Near-optimal irrevocable sample selection for periodic data streams with applications to marine robotics
This addresses the challenge of real-time monitoring with limited resources in domains like robotics and environmental sensing, where existing methods fail due to spatiotemporal structure, offering a solution with theoretical guarantees.
The paper tackles the problem of irrevocable sample selection from periodic data streams, such as in marine robotics, by introducing a novel algorithm that recovers near-optimal sample sets according to monotone submodular utility functions. It demonstrates effectiveness on a seven-year environmental dataset, selecting phytoplankton sample locations that are nearly optimal for predicting concentrations in unsampled areas.

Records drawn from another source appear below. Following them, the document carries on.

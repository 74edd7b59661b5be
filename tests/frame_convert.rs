//! Batch conversion against exact per-pixel inversion.
//!
//! The exact reference for every pixel is `Scene::object_temperature` over the exact
//! curve: `band::Band` (band integrals and their Newton inversion, verified against mpmath
//! in the band module's own tests) or the closed-form Sakuma-Hattori inverse. The
//! reference works in f64 from the same counts (or the same f32 signal) and the same f32
//! emissivity, so a difference is the converter's own error: the table (at most the
//! declared tolerance, which already covers a uniform scene's f32 arithmetic) plus, for
//! emissivity maps and signal input, the f32 rounding of the per-pixel scene correction,
//! bounded below from the f64 reference's own terms.

use bandtemp::band::{Band, SignalCurve};
use bandtemp::calibration::SakumaHattori;
use bandtemp::frame::{
    CountsMap, FrameConverter, FrameSummary, PixelStatus, Rails, TableRow, TemperatureRange,
};
use bandtemp::planck::Detector;
use bandtemp::scene::Scene;
use bandtemp::Error;
use proptest::prelude::*;

const TOLERANCE_K: f64 = 1e-3;
/// 2^-22: four f32 half-ulps, the rounding budget of the per-pixel scene correction.
const F32_BUDGET: f64 = 2.384_185_791_015_625e-7;
/// Pixels whose exact object signal lies within this relative distance of a range end
/// (or of zero, relative to the background) may round either way in f32: their status is
/// not asserted, only their accuracy if converted.
const AMBIGUOUS: f64 = 1e-5;

#[derive(Clone, Debug)]
enum CurveCase {
    Band {
        lo_um: f64,
        hi_um: f64,
        photon: bool,
    },
    SakumaHattori {
        a_um: f64,
        b_umk: f64,
    },
}

#[derive(Clone, Debug)]
struct Case {
    curve: CurveCase,
    emissivity: f64,
    reflected_k: f64,
    atmosphere: Option<(f64, f64)>,
    window: Option<(f64, f64, f64, f64)>,
    lo_k: f64,
    hi_k: f64,
    full_scale: f64,
    offset_counts: f64,
}

fn curve_case() -> impl Strategy<Value = CurveCase> {
    prop_oneof![
        (7.0..9.0f64, 11.0..14.5f64, any::<bool>()).prop_map(|(lo_um, hi_um, photon)| {
            CurveCase::Band {
                lo_um,
                hi_um,
                photon,
            }
        }),
        (3.0..5.0f64, 0.0..80.0f64).prop_map(|(lo_um, width)| CurveCase::Band {
            lo_um,
            hi_um: lo_um + 0.5 + width / 40.0,
            photon: true,
        }),
        (3.5..12.0f64, -40.0..60.0f64)
            .prop_map(|(a_um, b_umk)| CurveCase::SakumaHattori { a_um, b_umk }),
    ]
}
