// ---- uncertainty budgets -----------------------------------------------------------------

fn budget_sentinel() -> bt_budget {
    bt_budget {
        estimate_k: SENTINEL,
        combined_standard_uncertainty_k: SENTINEL,
        len: 999,
        ranked: [bt_contribution {
            index: 999,
            standard_uncertainty: SENTINEL,
            sensitivity: SENTINEL,
            contribution_k: SENTINEL,
            variance_share: SENTINEL,
        }; BT_BUDGET_MAX_LINES],
    }
}

fn c_uncertainties(f: [f64; 11]) -> bt_input_uncertainties {
    let [signal, calibration_k, calibration_signal, emissivity, reflected_k, atm_transmittance, atm_k, window_transmittance, window_reflectance, window_k, window_reflected_k] =
        f;
    bt_input_uncertainties {
        signal,
        calibration_k,
        calibration_signal,
        emissivity,
        reflected_k,
        atm_transmittance,
        atm_k,
        window_transmittance,
        window_reflectance,
        window_k,
        window_reflected_k,
    }
}

fn rust_uncertainties(f: [f64; 11]) -> InputUncertainties {
    let [signal, calibration_k, calibration_signal, emissivity, reflected_k, atm_transmittance, atm_k, window_transmittance, window_reflectance, window_k, window_reflected_k] =
        f;
    InputUncertainties {
        signal,
        calibration_k,
        calibration_signal,
        emissivity,
        reflected_k,
        atm_transmittance,
        atm_k,
        window_transmittance,
        window_reflectance,
        window_k,
        window_reflected_k,
    }
}

fn uncertainty_fields() -> impl Strategy<Value = [f64; 11]> {
    let valid = [
        0.05, 0.5, 0.02, 0.02, 2.0, 0.01, 1.0, 0.005, 0.005, 1.0, 1.0,
    ];
    prop_oneof![
        (0usize..11, any_f64()).prop_map(move |(i, x)| {
            let mut f = valid;
            if let Some(slot) = f.get_mut(i) {
                *slot = x;
            }
            f
        }),
        prop::array::uniform11(any_f64()),
        prop::array::uniform11(0.0f64..1.0),
        Just(valid),
    ]
}

proptest! {
    #![proptest_config(ProptestConfig::with_cases(256))]

    #[test]
    fn surface_budgets(
        fields in scene_fields(),
        u in uncertainty_fields(),
        signal in prop_oneof![any_f64(), 5.0f64..200.0],
    ) {
        let band = rect_band(8.0, 14.0, bt_detector::Energy);
        let rust_band = Band::rectangular(8.0, 14.0, Detector::Energy).unwrap();
        let scene = c_scene(fields);
        let c_u = c_uncertainties(u);
        let mut out = budget_sentinel();
        let s = unsafe { bt_surface_budget(&band, &scene, signal, &c_u, &mut out) };
        let want = rust_scene(&scene)
            .and_then(|sc| surface_budget(&sc, &rust_band, signal, &rust_uncertainties(u)));
        match want {
            Ok(b) if s == bt_status::Ok => {
                prop_assert_eq!(out.estimate_k.to_bits(), b.estimate.to_bits());
                prop_assert_eq!(
                    out.combined_standard_uncertainty_k.to_bits(),
                    b.combined_standard_uncertainty.to_bits()
                );
                prop_assert_eq!(out.len, b.len);
                for (c, r) in out.ranked.iter().zip(b.ranked.iter()) {
                    prop_assert_eq!(c.index, r.index);
                    prop_assert_eq!(c.standard_uncertainty.to_bits(), r.standard_uncertainty.to_bits());
                    prop_assert_eq!(c.sensitivity.to_bits(), r.sensitivity.to_bits());
                    prop_assert_eq!(c.contribution_k.to_bits(), r.contribution.to_bits());
                    prop_assert_eq!(c.variance_share.to_bits(), r.variance_share.to_bits());
                    prop_assert!(c.contribution_k.is_finite() && c.variance_share.is_finite());
                }
            }
            Ok(b) => {
                // Only the boundary's own finiteness check may refuse a core success.
                prop_assert!(
                    s == bt_status::NonFinite || s == bt_status::RadianceOverflow,
                    "status {:?} for a core success {:?}", s, b
                );
                prop_assert_eq!(out, budget_sentinel());
            }
            Err(error) => {
                prop_assert_eq!(s, bt_status::from(error));
                prop_assert_eq!(out, budget_sentinel());
            }
        }
    }

    #[test]
    fn surface_input_names(index in any::<usize>()) {
        let ptr = bt_surface_input_name(index);
        match SURFACE_INPUT_NAMES.get(index) {
            Some(name) => {
                prop_assert!(!ptr.is_null());
                let text = unsafe { core::ffi::CStr::from_ptr(ptr) };
                prop_assert_eq!(text.to_str().unwrap(), *name);
            }
            None => prop_assert!(ptr.is_null()),
        }
    }
}

#[test]
fn every_surface_input_has_its_name() {
    for (i, name) in SURFACE_INPUT_NAMES.iter().enumerate() {
        let text = unsafe { core::ffi::CStr::from_ptr(bt_surface_input_name(i)) };
        assert_eq!(text.to_str().unwrap(), *name);
    }
    assert!(bt_surface_input_name(SURFACE_INPUT_NAMES.len()).is_null());
    assert_eq!(size_of::<bt_input_uncertainties>(), 11 * size_of::<f64>());
    assert_eq!(BT_BUDGET_MAX_LINES, bandtemp::uncertainty::MAX_INPUTS);
}

#[test]
fn budget_bad_pointers() {
    let band = rect_band(8.0, 14.0, bt_detector::Energy);
    let scene = c_scene([0.9, 295.0, 0.95, 290.0, 0.9, 0.05, 300.0, 293.0]);
    let u = c_uncertainties([
        0.05, 0.5, 0.02, 0.02, 2.0, 0.01, 1.0, 0.005, 0.005, 1.0, 1.0,
    ]);
    let mut out = budget_sentinel();
    unsafe {
        for s in [
            bt_surface_budget(core::ptr::null(), &scene, 50.0, &u, &mut out),
            bt_surface_budget(&band, core::ptr::null(), 50.0, &u, &mut out),
            bt_surface_budget(&band, &scene, 50.0, core::ptr::null(), &mut out),
            bt_surface_budget(&band, &scene, 50.0, &u, core::ptr::null_mut()),
        ] {
            assert_eq!(s, bt_status::NullPointer);
        }
        let misaligned = (&u as *const bt_input_uncertainties)
            .cast::<u8>()
            .wrapping_add(4)
            .cast::<bt_input_uncertainties>();
        assert_eq!(
            bt_surface_budget(&band, &scene, 50.0, misaligned, &mut out),
            bt_status::InvalidBuffer
        );
    }
    assert_eq!(out, budget_sentinel());
}

// ---- frames ------------------------------------------------------------------------------

use bandtemp::frame::{
    ConverterState, CountsMap, FrameConverter, FrameTable, Rails, TableRow, TemperatureRange,
};

/// Rows of the frame tests' storage.
const FRAME_ROWS: usize = 256;

fn frame_band() -> bt_band {
    rect_band(8.0, 14.0, bt_detector::Energy)
}

fn frame_scene() -> bt_scene {
    c_scene([0.9, 295.0, 0.95, 290.0, 0.9, 0.05, 300.0, 293.0])
}

/// A converter over 8-14 um, 250-1500 K, 1 mK, built through the C ABI, and its rows.
/// Boxed, and never copied as words once the export has written it: the state's padding
/// bytes inside the opaque words are unspecified.
fn c_converter() -> (Box<bt_frame_converter>, Vec<bt_frame_row>, usize) {
    let mut rows = vec![
        bt_frame_row {
            coefficients: [0.0; 4]
        };
        FRAME_ROWS
    ];
    let mut conv = Box::new(bt_frame_converter { opaque: [0; 32] });
    let rails = bt_rails {
        dead_counts: 0,
        saturation_counts: u16::MAX,
    };
    let mut used = 0usize;
    let (band, scene) = (frame_band(), frame_scene());
    unsafe {
        assert_eq!(
            bt_frame_table_rows_band(&band, 250.0, 1500.0, 1e-3, &mut used),
            bt_status::Ok
        );
        assert_eq!(
            bt_frame_converter_new_band(
                &band,
                &scene,
                0.002,
                -2.0,
                &rails,
                250.0,
                1500.0,
                1e-3,
                rows.as_mut_ptr(),
                rows.len(),
                &mut *conv,
            ),
            bt_status::Ok
        );
    }
    (conv, rows, used)
}

/// Reads the state a C converter holds (the layout the export writes).
fn state_of(conv: &bt_frame_converter) -> ConverterState {
    unsafe {
        (conv as *const bt_frame_converter)
            .cast::<ConverterState>()
            .read()
    }
}

/// An upper range end: any f64 (every range is refused or served in bounded time: the
/// f32 output floor, the table-size limit and the probes refuse unservable ranges before
/// their rows are built).
fn frame_hi_k() -> impl Strategy<Value = f64> {
    any_f64()
}

fn any_f32() -> impl Strategy<Value = f32> {
    prop_oneof![
        3 => any::<u32>().prop_map(f32::from_bits),
        2 => prop::sample::select(&[f32::NAN, f32::INFINITY, -f32::INFINITY, 0.0, -0.0, 1.0,
            0.5, 1e-30, f32::MAX, f32::MIN_POSITIVE][..]),
        3 => 0.0f32..200.0,
    ]
}
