def band_table_mpmath(lo_um, hi_um, t_k, nodes, response):
    edges = sorted({lo_um, hi_um, *[n for n in nodes if lo_um < n < hi_um]})
    t = mp.mpf(t_k)

    def integrand(wl):
        r = mp.mpf(float(np.interp(float(wl), nodes, response, left=0.0, right=0.0)))
        return r * C1L_UM / wl**5 / mp.expm1(C2_UMK / (wl * t))

    total = mp.mpf(0)
    with mp.workdps(20):  # 1e-9 comparisons need no more; quad at 40 digits is slow
        for a, b in zip(edges, edges[1:]):
            total += mp.quad(integrand, mp.linspace(a, b, 5))
    return total


# ---- the checks ----------------------------------------------------------------------------


class Tally:
    def __init__(self):
        self.passed = 0
        self.failed = 0
        self.worst = {}

    def ratio(self, what, value):
        """A nonnegative figure that must not exceed TOL[what]."""
        self.worst[what] = max(self.worst.get(what, 0.0), value)
        if value <= TOL[what]:
            self.passed += 1
        else:
            self.failed += 1
            print(f"FAIL {what}: {value:.3g} > {TOL[what]:.3g}")

    def rel(self, what, got, want):
        want = float(want)
        err = abs(got - want) / abs(want)
        self.worst[what] = max(self.worst.get(what, 0.0), err)
        if err <= TOL[what]:
            self.passed += 1
        else:
            self.failed += 1
            print(f"FAIL {what}: got {got!r}, want {want!r}, rel err {err:.3g}")


def status_of(lib, name, *args):
    status = getattr(lib, name)(*args)
    if status != 0:
        raise RuntimeError(f"{name}: status {status} ({lib.bt_status_message(status).decode()})")


def doubles(values):
    return (ctypes.c_double * len(values))(*values)


def check_rest(lib, rng, tally):
    """Spectral scenes, site methods, the Wien ratio model, calibration curves, Monte Carlo."""
    lwir = Band(8.0, 14.0, 0, None, None, 0)

    def lb(temperature):
        return band_mpmath(8.0, 14.0, temperature, False)

    # Spectral scenes: 20 invented tables over 7.5-14.5 um; reference by scipy quad split at
    # every node of both tables.
    for _ in range(20):
        e_wl = np.sort(rng.uniform(7.5, 14.5, 3)).tolist()
        e_wl = [7.5] + e_wl + [14.5]
        e_v = rng.uniform(0.3, 1.0, len(e_wl)).tolist()
        ta_wl = [7.0, float(rng.uniform(8.5, 12.5)), 15.0]
        ta_v = rng.uniform(0.6, 1.0, 3).tolist()
        tr, tatm, twin, twr = (float(x) for x in rng.uniform(260.0, 320.0, 4))
        tw = float(rng.uniform(0.7, 1.0))
        rw = float(rng.uniform(0.0, 1.0 - tw))
        t = float(rng.uniform(300.0, 1200.0))
        scene = Scene(0.5, tr, 0.9, tatm, tw, rw, twin, twr)  # grey e, ta replaced by tables
        tables = SpectralTables(doubles(e_wl), doubles(e_v), len(e_wl), doubles(ta_wl), doubles(ta_v), 3)

        def integrand(wl):
            e = float(np.interp(wl, e_wl, e_v))
            ta = float(np.interp(wl, ta_wl, ta_v))
            return ta * e * planck_si(wl, t, False) + ta * (1 - e) * planck_si(wl, tr, False) + (1 - ta) * planck_si(wl, tatm, False)

        edges = sorted({8.0, 14.0, *[w for w in e_wl + ta_wl if 8.0 < w < 14.0]})
        inner = sum(integrate.quad(integrand, a, b, epsabs=0.0, epsrel=1e-13, limit=400)[0] for a, b in zip(edges, edges[1:]))
        s_ref = tw * inner + rw * float(lb(twr)) + (1 - tw - rw) * float(lb(twin))
        got = call(lib, "bt_spectral_sensor_radiance", ctypes.byref(lwir), ctypes.byref(scene), ctypes.byref(tables), t)
        tally.rel("spectral sensor radiance vs scipy quad", got, s_ref)
        got = call(lib, "bt_spectral_object_temperature", ctypes.byref(lwir), ctypes.byref(scene), ctypes.byref(tables), s_ref)
        tally.rel("spectral object temperature", got, t)

    # Site methods: 30 invented scenes, readings from the written-out equation in mpmath.
    for _ in range(30):
        e = float(rng.uniform(0.2, 0.98))
        tr, tatm, twin, twr = (float(x) for x in rng.uniform(270.0, 310.0, 4))
        ta = float(rng.uniform(0.8, 1.0))
        tw = float(rng.uniform(0.7, 1.0))
        rw = float(rng.uniform(0.0, min(0.1, 1.0 - tw)))
        t = float(rng.uniform(340.0, 900.0))
        scene = Scene(0.9, tr, ta, tatm, tw, rw, twin, twr)

        def reading(emissivity, t_object, t_reflected):
            return tw * (ta * (emissivity * lb(t_object) + (1 - emissivity) * lb(t_reflected)) + (1 - ta) * lb(tatm)) + rw * lb(twr) + (1 - tw - rw) * lb(twin)

        s_surface = float(reading(e, t, tr))
        got = call(lib, "bt_emissivity_from_reference", ctypes.byref(lwir), ctypes.byref(scene), s_surface, t)
        tally.rel("emissivity from reference", got, e)
        e_out, t_out = ctypes.c_double(), ctypes.c_double()
        status_of(lib, "bt_emissivity_from_reference_coating", ctypes.byref(lwir), ctypes.byref(scene),
                  s_surface, float(reading(0.95, t, tr)), 0.95, ctypes.byref(e_out), ctypes.byref(t_out))
        tally.rel("coating emissivity", e_out.value, e)
        tally.rel("coating temperature", t_out.value, t)
        ef, tf, t_refl = 0.04, float(rng.uniform(280.0, 320.0)), float(rng.uniform(250.0, 450.0))
        got = call(lib, "bt_reflected_temperature_from_reflector", ctypes.byref(lwir), ctypes.byref(scene), float(reading(ef, tf, t_refl)), ef, tf)
        tally.rel("reflected temperature from reflector", got, t_refl)

    # The Wien ratio model: rectangular bands (effective wavelength = centre), in mpmath.
    for _ in range(40):
        l1, l2 = float(rng.uniform(0.5, 1.0)), float(rng.uniform(1.05, 2.0))
        w1, w2 = float(rng.uniform(0.005, 0.05)), float(rng.uniform(0.005, 0.05))
        b1 = Band(l1 - w1 / 2, l1 + w1 / 2, 0, None, None, 0)
        b2 = Band(l2 - w2 / 2, l2 + w2 / 2, 1, None, None, 0)  # energy / photon
        model = WienRatio()
        status_of(lib, "bt_wien_ratio_from_bands", ctypes.byref(b1), ctypes.byref(b2), ctypes.byref(model))
        lam1 = (mp.mpf(b1.lo_um) + mp.mpf(b1.hi_um)) / 2
        lam2 = (mp.mpf(b2.lo_um) + mp.mpf(b2.hi_um)) / 2
        d1, d2 = mp.mpf(b1.hi_um) - mp.mpf(b1.lo_um), mp.mpf(b2.hi_um) - mp.mpf(b2.lo_um)
        w_ref = (C1L_UM * lam1**-5 * d1) / (C1P_UM * lam2**-4 * d2)
        tally.rel("wien ratio model vs mpmath", model.lambda1_um, lam1)
        tally.rel("wien ratio model vs mpmath", model.lambda2_um, lam2)
        tally.rel("wien ratio model vs mpmath", model.prefactor, w_ref)
        kappa, r = float(rng.uniform(0.8, 1.2)), float(rng.uniform(1e-3, 0.5)) * float(w_ref)
        lam_r = mp.mpf(model.lambda1_um) * mp.mpf(model.lambda2_um) / (mp.mpf(model.lambda2_um) - mp.mpf(model.lambda1_um))
        t_ref = C2_UMK / (lam_r * mp.log(mp.mpf(kappa) * mp.mpf(model.prefactor) / mp.mpf(r)))
        got = call(lib, "bt_wien_ratio_temperature", ctypes.byref(model), r, kappa)
        tally.rel("wien ratio temperature vs mpmath", got, t_ref)

    # Calibration curves of both forms behind a dark offset, in mpmath; and a fit of the
    # Wien form to exact readings (mpmath) of a known curve.
    for case in range(100):
        form = case % 2
        a = float(rng.uniform(0.6, 1.6) if form else rng.uniform(0.6, 14.0))
        b, c, off = float(rng.uniform(-20.0, 50.0)), float(10 ** rng.uniform(3, 9)), float(rng.uniform(-500.0, 500.0))
        t = float(rng.uniform(600.0, 2500.0) if form else rng.uniform(250.0, 2500.0))
        curve = Curve(form, a, b, c, off)
        y = C2_UMK / (mp.mpf(a) * t + mp.mpf(b))
        s_c = mp.mpf(c) * mp.exp(-y) if form else mp.mpf(c) / mp.expm1(y)
        if s_c < mp.mpf("1e-6") * abs(mp.mpf(off)) + mp.mpf("1e-300"):
            continue  # the offset would swamp the signal: the inverse is ill-conditioned
        got = call(lib, "bt_curve_signal", ctypes.byref(curve), t)
        tally.rel("curve signal vs mpmath", got, mp.mpf(off) + s_c)
        net = mp.mpf(float(mp.mpf(off) + s_c)) - mp.mpf(off)
        t_ref = (C2_UMK / (mp.log(mp.mpf(c) / net) if form else mp.log1p(mp.mpf(c) / net)) - mp.mpf(b)) / mp.mpf(a)
        got = call(lib, "bt_curve_temperature", ctypes.byref(curve), float(mp.mpf(off) + s_c))
        tally.rel("curve temperature vs mpmath", got, t_ref)
    for _ in range(10):
        a, b, c, off = float(rng.uniform(0.6, 1.6)), float(rng.uniform(0.0, 5.0)), float(10 ** rng.uniform(6, 10)), 250.0
        t_k = [800.0 + 150.0 * i for i in range(6)]
        counts = [float(off + mp.mpf(c) * mp.exp(-C2_UMK / (mp.mpf(a) * t + mp.mpf(b)))) for t in t_k]
        fit = CurveFit()
        status_of(lib, "bt_curve_fit_points", 1, doubles(t_k), doubles(counts), None, 6, off, ctypes.byref(fit))
        tally.rel("curve fit recovers A", fit.curve.a_um, a)

    # Monte Carlo against the law of propagation (JCGM 100) for two near-linear scenes:
    # T(S, e, Tr, ta) solved from the written-out equation in mpmath, sensitivities by
    # mpmath.diff, combined in quadrature.
    trials = 40000
    samples = (ctypes.c_double * trials)()
    for case, (e, tr, ta, t) in enumerate([(0.93, 291.0, 0.97, 338.15), (0.85, 300.0, 0.95, 420.0)]):
        scene = Scene(e, tr, ta, 288.0, 1.0, 0.0, 293.15, 293.15)
        s = ta * (e * lb(t) + (1 - e) * lb(tr)) + (1 - ta) * lb(288.0)

        def object_k(sig, emis, refl, tau):
            target = ((sig - (1 - tau) * lb(288.0)) / tau - (1 - emis) * lb(refl)) / emis
            return mp.findroot(lambda x: lb(x) - target, mp.mpf(t))

        u = {"signal": 0.05, "emissivity": 0.005, "reflected_k": 1.0, "atm_transmittance": 0.003}
        args = [s, mp.mpf(e), mp.mpf(tr), mp.mpf(ta)]
        sens = []
        for i in range(4):
            def along(x, i=i):
                a = list(args)
                a[i] = x
                return object_k(*a)
            sens.append(mp.diff(along, args[i]))
        uc = mp.sqrt(sum((c_i * u_i) ** 2 for c_i, u_i in zip(sens, u.values())))
        unc = Uncertainties(**u)
        out = MonteCarlo()
        status_of(lib, "bt_surface_monte_carlo", ctypes.byref(lwir), ctypes.byref(scene), float(s),
                  ctypes.byref(unc), 2024 + case, 0.95, samples, trials, ctypes.byref(out))
        tally.rel("monte carlo standard deviation vs law of propagation", out.standard_deviation_k, uc)
        bound = float(4 * uc / math.sqrt(trials) + mp.mpf("0.02") * uc)
        tally.ratio("monte carlo mean vs estimate (error / bound)", abs(out.mean_k - t) / bound)


# ---- multi-point non-uniformity correction -------------------------------------------------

We consider the task of monitoring spatiotemporal phenomena in real-time by deploying limited sampling resources at locations of interest irrevocably and without knowledge of future observations. This task can be modeled as an instance of the classical secretary problem. Although this problem has been studied extensively in theoretical domains, existing algorithms require that data arrive in random order to provide performance guarantees. These algorithms will perform arbitrarily poorly on data streams such as those encountered in robotics and environmental monitoring domains, which tend to have spatiotemporal structure. We focus on the problem of selecting representative samples from phenomena with periodic structure and introduce a novel sample selection algorithm that recovers a near-optimal sample set according to any monotone submodular utility function. We evaluate our algorithm on a seven-year environmental dataset collected at the Martha's Vineyard Coastal Observatory and show that it selects phytoplankton sample locations that are nearly optimal in an information-theoretic sense for predicting phytoplankton concentrations in locations that were not directly sampled. The proposed periodic secretary algorithm can be used with theoretical performance guarantees in many real-time sensing and robotics applications for streaming, irrevocable sample selection from periodic data streams.